[Work to be completed]: Set down, exactly as written, every line from the top of the records below to the line containing "probability P and", both ends included, and no others.

[Material provided]:
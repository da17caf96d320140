"""Halo schemes: what a training exchange sends instead of every halo row, exact.

A `HaloScheme` is the per-run description of how the TRAINING halo exchanges (forward and
backward) differ from the exact ones; the evaluation forward (direction "eval") is always
the exact exchange of the full halo in the training dtype. Everything here is what both
the trainer and the survey need, so it lives in the plan stage (the survey may not import
train/): the keyed random choices, the wire widths, and the payload they cause.

Boundary-node sampling (`keep` = P < 1): Wan et al., "BNS-GCN: Efficient Full-Graph
Training of Graph Convolutional Networks with Partition-Parallelism and Random Boundary
Node Sampling", MLSys 2022. Definition implemented (from memory of the paper): in every
training epoch each worker p keeps each of its halo (boundary) vertices independently with
probability P and drops the others for that whole epoch (all layers, forward and
backward). A dropped halo vertex's column is removed from Â_P (its rows never cross the
wire, in either direction); a kept halo column of Â_P is scaled by 1/P, so that
E[Ã_P H] = Â_P H (an unbiased estimate of the full aggregation, as the paper's variance
argument assumes). Â keeps the normalisation of the FULL graph (degrees are not recomputed
on the sampled graph), and the owned columns are never dropped or scaled. The backward pass
is the exact gradient of that sampled forward (Ã_Pᵀ), so only the kept halo rows' gradients
go back to their owners, scaled by 1/P. P is used as a multiple of 2^-32 (`keep_threshold`);
the scale is the inverse of that kept probability. Evaluation uses the full graph, exact.

Which halo vertices worker p keeps in epoch e is counter-based: vertex v is kept when the
high 32 bits of a SplitMix64 hash of (seed, stream KEEP, e, p, global id v) lie below
`keep_threshold(P)` (`halo_keep_mask`). It depends on no row order and no process layout
beyond the worker the vertex is a halo of, so the SENDER q of p's halo rows computes the
same choice for its send rows to p with p's key, and no control traffic is needed; the
survey replays it to predict the payload of every epoch.

Compressed rows (`format`): the training exchanges carry rows as float32, float16,
bfloat16 or int8 (`FORMATS`); None means the training dtype (exact). The codecs are in
`shardtrain.train.compress`; their wire layout (what the payload counts) is here:
`row_bytes(width)` = width * 4 (float32), width * 2 (float16, bfloat16: uint16 on the
wire), width + 4 (int8: one byte per entry plus a float32 scale per row).

Stale halos with an overlapped exchange (`stale`): Wan et al., "PipeGCN: Efficient
Full-Graph Training of Graph Convolutional Networks with Pipelined Feature Communication",
ICLR 2022. Definition implemented (from memory of the paper; the warm-up and the rule under
sampling are ours, stated here): training epoch t uses, for every layer, the halo rows and
the halo gradients that epoch t-1 computed, so the exchange of epoch t's rows is started as
soon as they are computed and only has to complete before epoch t+1 needs them: it runs
while the rest of epoch t (and its evaluation) computes. Per layer l of epoch t >= 2, on
worker p:
- forward:  Z = A_oo M(t) + A_oh H(t-1), H(t-1) the rows of M(t-1) its owners sent in
  epoch t-1; the rows of M(t) are sent now, for epoch t+1;
- backward: out = A_ooᵀ G(t) + Σ_q (the gradients q computed for p's rows in epoch t-1);
  p's own halo gradients (A_ohᵀ G(t)) are sent now, for epoch t+1.
So the step is NOT the gradient of its own forward (stale gradients, as in the paper).
Epoch 1 (the warm-up) exchanges synchronously, exactly, and its rows serve epoch 1 and
again epoch 2: the paper starts its pipeline the same way (from memory), and zeros instead
would make epoch 1 a model without edges between shards, a large spurious error. Every
epoch (the last one too, its rows then unused; it is waited for after the loop) exchanges
its rows once, so without sampling the payload of every epoch is the synchronous run's.
Under sampling (`keep` < 1) the halo of epoch t-1 is used whole: the halo vertices kept,
their 1/P scale AND their rows. The forward exchange of epoch t carries the rows kept under
epoch t's key (as the synchronous run); epoch t's propagation uses the sampled Â_P of
epoch s(t) = max(t-1, 1) (the keep set of the rows it holds), forward and backward; so the
BACKWARD exchange of epoch t carries the gradients of the halo columns kept in epoch s(t):
epochs 1 and 2 both send epoch 1's kept rows, epoch t >= 2 sends epoch t-1's
(`backward_keep_epochs`). Compressed rows are encoded under the key of the epoch that
sends them.
Smoothing (`smooth` = γ > 0, the paper's smoothing variant, from memory): what epoch t uses
is an exponential moving average of the stale rows, U(1) = R(1) (the warm-up's rows), U(t)
= γ U(t-1) + (1 - γ) R(t-1) for t >= 2, R the received rows (decoded), kept per halo row
forward and per (owner row, sending peer) backward. It needs `stale` and every halo row
(keep 1: a sampled row has no running average). 0 <= γ < 1; 0 is plain stale.
"""
from __future__ import annotations

from dataclasses import dataclass

import numpy as np

from shardtrain import defaults
from shardtrain.errors import ParameterError, option
from shardtrain.keys import GOLDEN64 as _GOLDEN64
from shardtrain.keys import MASK64 as _MASK64
from shardtrain.keys import splitmix64 as _splitmix64
from shardtrain.plan.schedule import LayerHop
from shardtrain.transport.wire import KIND_HALO

FORMATS = ("float32", "float16", "bfloat16", "int8")
# the numpy dtype each format travels as (bfloat16 as its 16 raw bits)
WIRE_DTYPES: dict[str, np.dtype] = {"float32": np.dtype("<f4"), "float16": np.dtype("<f2"),
               "bfloat16": np.dtype("<u2"), "int8": np.dtype("i1")}
INT8_SCALE_BYTES = 4          # the per-row float32 scale of an int8 row, on the wire
KEEP_ONE = 1 << 32            # keep_threshold of P = 1: every halo vertex kept

# stream tags: the keyed hashes of one scheme never collide with another's or dropout's
STREAM_KEEP = 0x4B454550      # "KEEP"
STREAM_ROUND = 0x524F554E     # "ROUN"
DIRECTION_CODES = {"forward": 1, "backward": 2}


@dataclass(frozen=True)
class HaloScheme:
    """keep: fraction P of halo vertices each worker keeps per epoch (0 < P <= 1);
    format: wire format of training halo rows (None: the training dtype, exact);
    stale: epoch t uses epoch t-1's halo rows and gradients, exchanged meanwhile;
    smooth: γ of the moving average of stale rows (0: none)."""

    keep: float = defaults.HALO_KEEP
    format: str | None = defaults.HALO_FORMAT
    stale: bool = defaults.HALO_STALE
    smooth: float = defaults.HALO_SMOOTH

    def check(self) -> "HaloScheme":
        """ParameterError naming `halo_keep` or `halo_format`."""
        k = self.keep
        if (isinstance(k, bool) or not isinstance(k, (int, float, np.integer, np.floating))
                or not np.isfinite(k) or not 0 < k <= 1):
            raise ParameterError("halo_keep", "must be a fraction P with 0 < P <= 1",
                                 value=repr(k))
        if self.format is not None and self.format not in FORMATS:
            raise ParameterError("halo_format", f"expected one of {', '.join(FORMATS)}",
                                 value=repr(self.format))
        if not isinstance(self.stale, (bool, np.bool_)):
            raise ParameterError("halo_stale", "must be true or false", value=repr(self.stale))
        g = self.smooth
        if (isinstance(g, bool) or not isinstance(g, (int, float, np.integer, np.floating))
                or not np.isfinite(g) or not 0 <= g < 1):
            raise ParameterError("halo_smooth", "must be a factor γ with 0 <= γ < 1",
                                 value=repr(g))
        if g and not self.stale:
            raise ParameterError("halo_smooth", "smooths stale halo rows: give "
                                 "halo_stale as well", value=repr(g))
        if g and self.sampled:
            raise ParameterError("halo_smooth", "needs every halo row kept (halo_keep 1): "
                                 "a sampled row has no running average", value=repr(g))
        return self

    @property
    def sampled(self) -> bool:
        return keep_threshold(self.keep) < KEEP_ONE

    def compressed(self, dtype) -> bool:
        """Whether rows change on the wire for a run in `dtype`."""
        return self.format is not None and self.format != np.dtype(dtype).name

    def exact(self, dtype) -> bool:
        return not self.sampled and not self.compressed(dtype) and not self.stale

    def wire_dtype(self, dtype) -> np.dtype:
        return np.dtype(dtype) if not self.compressed(dtype) else WIRE_DTYPES[str(self.format)]

    def row_bytes(self, width: int, dtype) -> int:
        """Payload bytes of one halo row `width` wide in a training exchange."""
        if not self.compressed(dtype):
            return int(width) * np.dtype(dtype).itemsize
        if self.format == "int8":
            return int(width) + INT8_SCALE_BYTES if width else 0
        return int(width) * WIRE_DTYPES[str(self.format)].itemsize

    def wire_width(self, width: int, dtype) -> int:
        """Columns of the wire array of a row `width` wide (int8: + 4 scale bytes)."""
        if self.compressed(dtype) and self.format == "int8":
            return int(width) + INT8_SCALE_BYTES
        return int(width)

    def to_dict(self) -> dict:
        return {"halo_keep": float(self.keep), "halo_format": self.format,
                "halo_stale": bool(self.stale), "halo_smooth": float(self.smooth)}


def scheme_of(settings) -> HaloScheme:
    """The scheme a TrainSettings (or SurveySettings) describes, checked. The schemes act on
    a model's halo product by a fixed operator (GCN's Â, SAGE's D⁻¹A, GIN's A + I); GAT's
    attention is no fixed operator, and GAT refuses a scheme."""
    scheme = HaloScheme(getattr(settings, "halo_keep", defaults.HALO_KEEP),
                        getattr(settings, "halo_format", defaults.HALO_FORMAT),
                        getattr(settings, "halo_stale", defaults.HALO_STALE),
                        getattr(settings, "halo_smooth", defaults.HALO_SMOOTH)).check()
    model = getattr(settings, "model", defaults.MODEL)
    dtype = np.dtype(getattr(settings, "dtype", defaults.DTYPE))
    if model == "gat" and not scheme.exact(dtype):
        param = ("halo_keep" if scheme.sampled else
                 "halo_stale" if scheme.stale else "halo_format")
        raise ParameterError(param, f"a halo scheme is not available with {option('model')} "
                                    f"gat (its attention is no fixed halo operator)")
    return scheme


def scheme_of_entry(entry: dict | None) -> HaloScheme:
    """The scheme of a document's "halo_scheme" entry (a survey's, a run's), checked."""
    entry = entry or {}
    return HaloScheme(entry.get("halo_keep", defaults.HALO_KEEP),
                      entry.get("halo_format", defaults.HALO_FORMAT),
                      bool(entry.get("halo_stale", defaults.HALO_STALE)),
                      entry.get("halo_smooth", defaults.HALO_SMOOTH)).check()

[Exercise answer]:
repository da17caf96d320140
"""Halo schemes: what a training exchange sends instead of every halo row, exact.

A `HaloScheme` is the per-run description of how the TRAINING halo exchanges (forward and
backward) differ from the exact ones; the evaluation forward (direction "eval") is always
the exact exchange of the full halo in the training dtype. Everything here is what both
the trainer and the survey need, so it lives in the plan stage (the survey may not import
train/): the keyed random choices, the wire widths, and the payload they cause.

Boundary-node sampling (`keep` = P < 1): Wan et al., "BNS-GCN: Efficient Full-Graph
Training of Graph Convolutional Networks with Partition-Parallelism and Random Boundary
Node Sampling", MLSys 2022. Definition implemented (from memory of the paper): in every
training epoch each worker p keeps each of its halo (boundary) vertices independently with
probability P and drops the others for that whole epoch (all layers, forward and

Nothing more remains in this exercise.